A semantic book recommendation system that combines content analysis with emotional tone filtering. Built with LangChain, ChromaDB, and Gradio.
- Semantic search using book descriptions
- Emotion-based filtering (Joy, Surprise, Anger, Fear, Sadness)
- Category filtering (Fiction, Nonfiction, etc.)

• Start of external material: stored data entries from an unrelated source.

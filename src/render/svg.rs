//! How does a drawing become SVG text?
//!
//! A plotters backend of this program.
//! The usual SVG writer for plotters rounds to whole pixels, rescales fonts and knows neither hatching, classes, titles nor descriptions; a report needs all of these.
//!
//! - Precision: one SVG unit is [`GRID`] backend steps, so every coordinate has one decimal.
//! - Paint: the colours that plotters passes along are not written. What a shape looks like is said by the class of the
//!   group around it ([`SvgCanvas::open_group`]), so a style sheet can recolour it for a dark screen, dash it or fill it with a pattern.
//!   Only a fully transparent colour has an effect: nothing is drawn.
//! - Hatch: a [`Look`] may ask for lines across its rectangles. They are drawn as lines rather than by an SVG pattern, because
//!   browsers turn patterns into coarse bitmaps when they print.
//! - Size: neighbouring shapes of one group become one `<path>`. A class with a fill must not hold shapes that are to cover each other.
//! - Text: font sizes are SVG units as they are; widths are estimated from a table, because the library reads no font files.

use std::convert::Infallible;
use std::fmt::Write as _;

use plotters_backend::text_anchor::{HPos, VPos};
use plotters_backend::{
    BackendColor, BackendCoord, BackendStyle, BackendTextStyle, DrawingBackend, DrawingErrorKind,
    FontStyle, FontTransform,
};

use crate::render::svg::outline::Outline;

pub(crate) mod lettering;
mod outline;
pub(crate) mod sheet;

/// Backend steps per SVG unit.
pub const GRID: u32 = 10;

/// Font size of text that says no other, SVG units; 9.5 pt when a figure 700 units wide fills an A4 page with 15 mm margins.
pub const BASE_FONT: f64 = 13.0;

/// What an SVG says about itself to somebody who does not see it.
#[derive(Debug, Clone, Copy)]
pub struct Caption<'a> {
    /// Unique in the page; the ids of title and description are made from it.
    pub id: &'a str,
    /// Title.
    pub title: &'a str,
    /// Text alternative.
    pub description: &'a str,
}

/// How the shapes of a group look.
#[derive(Debug, Clone, Copy, PartialEq, Eq)]
pub struct Look {
    /// CSS class, or several with spaces between.
    pub class: &'static str,
    /// Lines across every rectangle of the group, if any; the style sheet knows them as class `lines` inside the group.
    pub hatch: Option<Hatch>,
}

impl Look {
    /// A look without hatch.
    pub const fn plain(class: &'static str) -> Self {
        Self { class, hatch: None }
    }

    /// A look with slanted lines.
    pub const fn hatched(class: &'static str, hatch: Hatch) -> Self {
        Self {
            class,
            hatch: Some(hatch),
        }
    }
}

/// Slanted lines at 45 degrees, their distance measured along the horizontal in backend steps.
#[derive(Debug, Clone, Copy, PartialEq, Eq)]
pub enum Hatch {
    /// Lines that rise to the right.
    Rising(u16),
    /// Lines that fall to the right.
    Falling(u16),
}

/// A canvas that collects SVG text.
///
/// # Example
/// ```
/// use acroshift::render::svg::{Caption, Look, SvgCanvas};
/// use plotters::prelude::*;
/// use std::{cell::RefCell, rc::Rc};
///
/// let canvas = Rc::new(RefCell::new(SvgCanvas::new(100, 50)));
/// let area = DrawingArea::from(&canvas);
/// canvas.borrow_mut().open_group(Look::plain("duty"));
/// area.draw(&Rectangle::new([(0, 0), (105, 200)], BLACK.filled()))?;
/// canvas.borrow_mut().close_group();
/// let svg = canvas.borrow_mut().finish(Caption { id: "f1", title: "Duty", description: "One duty." });
/// assert!(svg.contains(r#"<g class="duty"><path d="M0 0h10.5v20h-10.5z"/></g>"#));
/// # Ok::<(), Box<dyn std::error::Error>>(())
/// ```
#[derive(Debug, Clone)]
pub struct SvgCanvas {
    width: u32,
    height: u32,
    body: String,
    pending: Outline,
    lines: Outline,
    open: Vec<Look>,
}

impl SvgCanvas {
    /// An empty canvas of the given size in SVG units.
    pub fn new(width: u32, height: u32) -> Self {
        Self {
            width,
            height,
            body: String::new(),
            pending: Outline::default(),
            lines: Outline::default(),
            open: Vec::new(),
        }
    }

    /// Begins a group of shapes with one look.
    pub fn open_group(&mut self, look: Look) {
        self.flush();
        self.add(format_args!(r#"<g class="{}">"#, escape(look.class)));
        self.open.push(look);
    }

    /// Ends the group begun last; without an open group nothing happens.
    pub fn close_group(&mut self) {
        self.flush();
        if self.open.pop().is_some() {
            self.body.push_str("</g>");
            if self.open.is_empty() {
                self.body.push('\n');
            }
        }
    }

    /// The whole `<svg>` element, for use inside an HTML page.
    pub fn finish(&mut self, caption: Caption<'_>) -> String {
        while !self.open.is_empty() {
            self.close_group();
        }
        self.flush();
        let id = identifier(caption.id);
        let (width, height) = (self.width, self.height);
        format!(
            concat!(
                r#"<svg class="acro-chart" viewBox="0 0 {width} {height}" width="{width}" height="{height}" "#,
                r#"font-size="{font}" role="img" aria-labelledby="{id}-title {id}-desc">"#,
                r#"<title id="{id}-title">{title}</title><desc id="{id}-desc">{description}</desc>"#,
                r#"<rect class="paper" width="{width}" height="{height}"/>"#,
                "\n{body}</svg>\n"
            ),
            width = width,
            height = height,
            font = BASE_FONT,
            id = id,
            title = escape(caption.title),
            description = escape(caption.description),
            body = self.body,
        )
    }

    /// Writes the path collected so far, and its hatch over it.
    fn flush(&mut self) {
        let data = self.pending.take();
        if !data.is_empty() {
            self.add(format_args!(r#"<path d="{data}"/>"#));
        }
        let lines = self.lines.take();
        if !lines.is_empty() {
            self.add(format_args!(r#"<path class="lines" d="{lines}"/>"#));
        }
    }

    fn add(&mut self, text: std::fmt::Arguments<'_>) {
        self.body
            .write_fmt(text)
            .expect("writing to a String cannot fail");
    }
}

impl DrawingBackend for SvgCanvas {
    type ErrorType = Infallible;

    fn get_size(&self) -> (u32, u32) {
        (self.width * GRID, self.height * GRID)
    }

    fn ensure_prepared(&mut self) -> Result<(), DrawingErrorKind<Infallible>> {
        Ok(())
    }

    fn present(&mut self) -> Result<(), DrawingErrorKind<Infallible>> {
        Ok(())
    }

    fn draw_pixel(
        &mut self,
        point: BackendCoord,
        color: BackendColor,
    ) -> Result<(), DrawingErrorKind<Infallible>> {
        if is_seen(color) {
            self.pending.rectangle(point, (point.0 + 1, point.1 + 1));
        }
        Ok(())
    }

    fn draw_line<S: BackendStyle>(
        &mut self,
        from: BackendCoord,
        to: BackendCoord,
        style: &S,
    ) -> Result<(), DrawingErrorKind<Infallible>> {
        self.draw_path([from, to], style)
    }

    fn draw_rect<S: BackendStyle>(
        &mut self,
        upper_left: BackendCoord,
        bottom_right: BackendCoord,
        style: &S,
        _fill: bool,
    ) -> Result<(), DrawingErrorKind<Infallible>> {
        if is_seen(style.color()) {
            self.pending.rectangle(upper_left, bottom_right);
            if let Some(hatch) = self.open.last().and_then(|look| look.hatch) {
                self.lines.hatch(upper_left, bottom_right, hatch);
            }
        }
        Ok(())
    }

    fn draw_path<S: BackendStyle, I: IntoIterator<Item = BackendCoord>>(
        &mut self,
        path: I,
        style: &S,
    ) -> Result<(), DrawingErrorKind<Infallible>> {
        if is_seen(style.color()) {
            self.pending.line(path);
        }
        Ok(())
    }

    fn draw_circle<S: BackendStyle>(
        &mut self,
        center: BackendCoord,
        radius: u32,
        style: &S,
        _fill: bool,
    ) -> Result<(), DrawingErrorKind<Infallible>> {
        if is_seen(style.color()) {
            self.flush();
            let (cx, cy) = (Tenths(center.0.into()), Tenths(center.1.into()));
            let r = Tenths(radius.into());
            self.add(format_args!(r#"<circle cx="{cx}" cy="{cy}" r="{r}"/>"#));
        }
        Ok(())
    }

    fn fill_polygon<S: BackendStyle, I: IntoIterator<Item = BackendCoord>>(
        &mut self,
        vert: I,
        style: &S,
    ) -> Result<(), DrawingErrorKind<Infallible>> {
        if is_seen(style.color()) {
            self.pending.polygon(vert);
        }
        Ok(())
    }

    fn draw_text<TStyle: BackendTextStyle>(
        &mut self,
        text: &str,
        style: &TStyle,
        pos: BackendCoord,
    ) -> Result<(), DrawingErrorKind<Infallible>> {
        if !is_seen(style.color()) || text.is_empty() {
            return Ok(());
        }
        self.flush();
        // The anchor belongs to the text as it is read, so the step to the baseline turns with it.
        let drop = sheet::to_grid(style.size() * baseline(style.anchor().v_pos));
        let (dx, dy) = style.transform().transform(0, drop);
        let x = Tenths(i64::from(pos.0) + i64::from(dx));
        let y = Tenths(i64::from(pos.1) + i64::from(dy));
        self.add(format_args!(r#"<text x="{x}" y="{y}""#));
        self.body.push_str(anchor_attribute(style.anchor().h_pos));
        self.body.push_str(face_attribute(style.style()));
        if (style.size() - BASE_FONT).abs() > 0.01 {
            self.add(format_args!(r#" font-size="{}""#, style.size()));
        }
        if let Some(degrees) = degrees(&style.transform()) {
            self.add(format_args!(r#" transform="rotate({degrees} {x} {y})""#));
        }
        self.add(format_args!(">{}</text>", escape(text)));
        Ok(())
    }

    fn estimate_text_size<TStyle: BackendTextStyle>(
        &self,
        text: &str,
        style: &TStyle,
    ) -> Result<(u32, u32), DrawingErrorKind<Infallible>> {
        let width = lettering::width(text, style.size(), matches!(style.style(), FontStyle::Bold));
        let height = style.size() * lettering::LINE;
        Ok((
            sheet::to_grid(width).unsigned_abs(),
            sheet::to_grid(height).unsigned_abs(),
        ))
    }

    fn blit_bitmap(
        &mut self,
        _pos: BackendCoord,
        _size: (u32, u32),
        _src: &[u8],
    ) -> Result<(), DrawingErrorKind<Infallible>> {
        // No figure holds a picture; one pixel at a time would be megabytes of text.
        Ok(())
    }
}

/// A length in grid steps, printed in SVG units without needless characters.
#[derive(Debug, Clone, Copy)]
pub(crate) struct Tenths(pub(crate) i64);

impl std::fmt::Display for Tenths {
    fn fmt(&self, out: &mut std::fmt::Formatter<'_>) -> std::fmt::Result {
        let grid = u64::from(GRID);
        let (whole, rest) = (self.0.unsigned_abs() / grid, self.0.unsigned_abs() % grid);
        if self.0 < 0 {
            out.write_char('-')?;
        }
        match (whole, rest) {
            (whole, 0) => write!(out, "{whole}"),
            (0, rest) => write!(out, ".{rest}"),
            (whole, rest) => write!(out, "{whole}.{rest}"),
        }
    }
}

- Interactive Gradio interface
- Docker container support
- Data processing pipeline from raw to processed data
├── data/
│ ├── raw/ # Original dataset
│ │ └── books.csv # Raw book data from 02/04/2020
│ ├── cleaned/ # Processed intermediate data
│ │ └── books_cleaned.csv # Cleaned version of raw data
│ └── processed/ # Final processed data
│ ├── books_with_categories.csv # Category-enriched data
│ ├── books_with_emotions.csv # Emotion-analyzed data
│ └── tagged_description.txt # Processed descriptions
├── notebooks/
│ ├── data-exploration.ipynb # Initial data analysis
│ ├── sentiment_analysis.ipynb # Emotion classification
│ ├── text_classification.ipynb # Category classification
│ └── vector-search.ipynb # Embedding experiments
├── app.py # Main application
├── Dockerfile # Container configuration
├── requirements.txt # Python dependencies
└── LICENSE # Apache 2.0 License
Install dependencies:
pip install -r requirements.txt
docker build -t book-recommender .
docker run -p 7860:7860 book-recommender
- Run the application:
python app.py
- Access the interface at http://localhost:7860
- Input parameters:
- Book description (natural language)
- Category filter (All/Fiction/Nonfiction/etc.)
- Emotional tone filter (All/Happy/Surprising/etc.)
- Raw Data: Original books.csv (4.1MB, 02/2020)
- Cleaning:
- Remove duplicates
- Handle missing values
- Standardize formats
- Processing:
- Category classification
- Emotion analysis
- Description tagging
- Final Datasets:
- books_with_emotions.csv (7.1MB)
- tagged_description.txt (2.6MB)
- data-exploration.ipynb: Initial dataset analysis
- sentiment_analysis.ipynb: Emotion classification development
- text_classification.ipynb: Category tagging implementation
- vector-search.ipynb: Embedding and similarity search experiments
Apache 2.0 License - See LICENSE for details.